Bread and wine as a coded sign to King Saul

            Conscientious objectors

The red poppy became a symbol of bloody conflict after the Great War of 1914-18 had claimed so many young lives on the poppy-carpeted fields of Europe. But also during that war white poppies had been imposed on conscientious objectors by women in the street because they had not volunteered to go to The Front. They were viewed as cowards, even though they had abstained in moral protest at the taking of human life. For them, too, the war years were painful. They were despised and, either shunned in public, or confronted, spat upon, denied employment, and even sent to prison. And if any soldier came home on leave as a newly convinced C.O., he would be court martialed and shot dead for desertion.

            ‘David of Bethlehem, C.O.’?

Although young David willingly killed lion, bear and Philistines, like a C.O. of deep conviction he refused to assassinate reprobate King Saul (who had continuously attempted to exterminate him}, even when he found His Majesty defenceless and accessible. On one occasion Saul entered his cave to relieve himself, laying aside his royal coat from which David cut some material. And one night David discovered Saul and his bodyguard sound asleep under the stars with a spear conveniently planted upright by his pillow (see 1 Samuel 24:1-23; 26:1-25).
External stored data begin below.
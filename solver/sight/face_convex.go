package sight

import (
	"slices"

	"enfilade/solver/exact"
	"enfilade/solver/mesh"
)

// MaxLines is how many lines may bound a piece besides the edges of its triangle: two sides of a beam, three edges of the
// triangle that it was found in on another mesh, four for a viewing angle and two distances.
const MaxLines = 10

// Piece is a convex part of a triangle: what of it lies to the left of N lines.
type Piece struct {
	Tri    int32
	Origin int32 // where the piece comes from, as whoever found it counts; pieces cut out of it keep it
	N      uint8
	Clip   uint16 // bit i says that Lines[i] is a side of the view or a limit of distance
	Lines  [MaxLines]exact.Line
}

// Pieces returns cones of sight as pieces; c is the clip they were found with.
func Pieces(eye exact.Pt, cones []Cone, c Clip) []Piece {
	list := make([]Piece, 0, len(cones))
	for _, k := range cones {
		p := Piece{Tri: k.Tri}
		p.add(exact.Line{At: eye, Dir: k.R}, c.Sides && sameWay(k.R, c.Right))
		p.add(exact.Line{At: eye, Dir: k.L.Neg()}, c.Sides && sameWay(k.L, c.Left))
		list = append(list, p)
	}
	return list
}

// add narrows the piece to the left of l; clip says that l is a side of the view or a limit of distance.
func (p *Piece) add(l exact.Line, clip bool) {
	p.Lines[p.N] = l
	if clip {
		p.Clip |= 1 << p.N
	}
	p.N++
}

// Convex is a convex polygon given by the lines of its edges, cut exactly by one line after another. Its corners are where
// neighbouring lines meet; they are never computed, only the side of a further line on which they lie is decided. It keeps its
// buffers, so a warm one does not allocate.
type Convex struct {
	lines []exact.Line
	ring  []int32 // indices into lines, counter-clockwise, each line once
	side  []int
	next  []int32
}

// Start makes the polygon triangle t.
func (c *Convex) Start(t *mesh.Tri) {
	c.lines = append(c.lines[:0], exact.Through(t.P[0], t.P[1]), exact.Through(t.P[1], t.P[2]), exact.Through(t.P[2], t.P[0]))
	c.ring = append(c.ring[:0], 0, 1, 2)
}

// Cut keeps the part to the left of l, and reports whether it has an inside. After it has not, the polygon must be started
// again.
func (c *Convex) Cut(l exact.Line) bool {
	k := int32(len(c.lines))
	c.lines = append(c.lines, l)
	n := len(c.ring)
	c.side = c.side[:0]
	some, none := false, true
	for i, e := range c.ring { // side[i] belongs to the corner between edge i and the next
		s := exact.SideOfMeet(c.lines[e], c.lines[c.ring[(i+1)%n]], l)
		c.side = append(c.side, s)
		some = some || s > 0
		none = none && s >= 0
	}
	if !some || none {
		return some
	}
	c.next = c.next[:0]
	for i, e := range c.ring {
		from, to := c.side[(i+n-1)%n], c.side[i]
		if from <= 0 && to <= 0 {
			continue
		}
		c.next = append(c.next, e)
		if to <= 0 { // the polygon leaves the half-plane along this edge and goes on along the line
			c.next = append(c.next, k)
		}
	}
	c.ring, c.next = c.next, c.ring
	return true
}

// CutCone keeps what lies between the directions r and l from at, less than half a turn, as Cut does.
func (c *Convex) CutCone(at exact.Pt, r, l exact.Vec) bool {
	return c.Cut(exact.Line{At: at, Dir: r}) && c.Cut(exact.Line{At: at, Dir: l.Neg()})
}

// CutTriangle keeps what lies in t too, as Cut does.
func (c *Convex) CutTriangle(t *mesh.Tri) bool {
	for i := range 3 {
		if !c.Cut(exact.Through(t.P[i], t.P[inc[i]])) {
			return false
		}
	}
	return true
}

// Take makes the polygon piece p of triangle t, and reports whether it has an inside.
func (c *Convex) Take(t *mesh.Tri, p *Piece) bool {
	c.Start(t)
	for _, l := range p.Lines[:p.N] {
		if !c.Cut(l) {
			return false
		}
	}
	return true
}

// trim takes the lines that do not bound it off a piece that the polygon was made from, but for sides and limits, which tell
// what a border is.
func (c *Convex) trim(p *Piece) {
	bounds := uint32(0)
	for _, k := range c.ring {
		bounds |= 1 << k
	}
	q := Piece{Tri: p.Tri, Origin: p.Origin}
	for i, l := range p.Lines[:p.N] {
		if clip := p.Clip>>i&1 != 0; clip || bounds>>(3+i)&1 != 0 {
			q.add(l, clip)
		}
	}
	*p = q
}

// cut reports whether any line but the triangle's edges bounds the polygon.
func (c *Convex) cut() bool {
	return slices.ContainsFunc(c.ring, func(k int32) bool { return k > 2 })
}

// bounded reports whether line i of the piece that the polygon was made from bounds it.
func (c *Convex) bounded(i int) bool { return slices.Contains(c.ring, int32(3+i)) }

// Len returns the number of edges.
func (c *Convex) Len() int { return len(c.ring) }

// Line returns the line of edge i, the polygon to its left; i may be one too small or too large.
func (c *Convex) Line(i int) exact.Line {
	if n := len(c.ring); i < 0 {
		i += n
	} else if i >= n {
		i -= n
	}
	return c.lines[c.ring[i]]
}

// Source says which line edge i lies on: 0 to 2 for the edges of the triangle, then the cuts in order.
func (c *Convex) Source(i int) int { return int(c.ring[i]) }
            Saul receives two memorable gifts of bread and wine

When David was sent by his father to become a court musician, to relieve Saul’s demonic attacks, he brought with him ‘a donkey laden with bread and a skin of wine and a young goat(1 Samuel 16:20). This gift may well have caused Saul’s heart to miss a beat by recalling the day when he was unexpectedly called by the Lord to be Israel’s first king. ‘Samuel took a flask of oil and poured it on his head … and said, ‘… you shall reign over the people of the Lord … And this shall be the sign to you’ – among several successive encounters, ‘Three men … will meet you…, one carrying three young goats, another carrying three loaves of bread and another carrying  a skin of wine. And’ not only that, but ‘you will meet a group of prophets … with harp, tambourine, flute, and lyre … prophesying. Then the spirit of the Lord will rush upon you, and you will prophesy with them and be turned into another man’ 1 Samuel 10:1-6).

But all that initial dynamic had been lost through his presumptuous disobedience to the Lord’s directions: ‘Now the Spirit of the Lord departed from Saul, and a harmful spirit … tormented him’, while ‘the Spirit of the Lord rushed upon David’ when ‘Samuel … anointed him in the midst of his brothers’ (1 Samuel 16:13-14).

            Saul’s tragic end

Eventually Saul died in disgrace on the battlefield as a suicide. ‘Bread and wine’ did not convey God’s blessing on him. He was like one who ‘eats and drinks judgement on himself’ as did ‘many’ partakers of the Lord’s Supper at Corinth who became ‘weak and ill, and some … died’ (1 Corinthians 11:27-34). And Judas Iscariot went from ‘the last supper’ and ‘hanged himself’ (Matthew 26:5).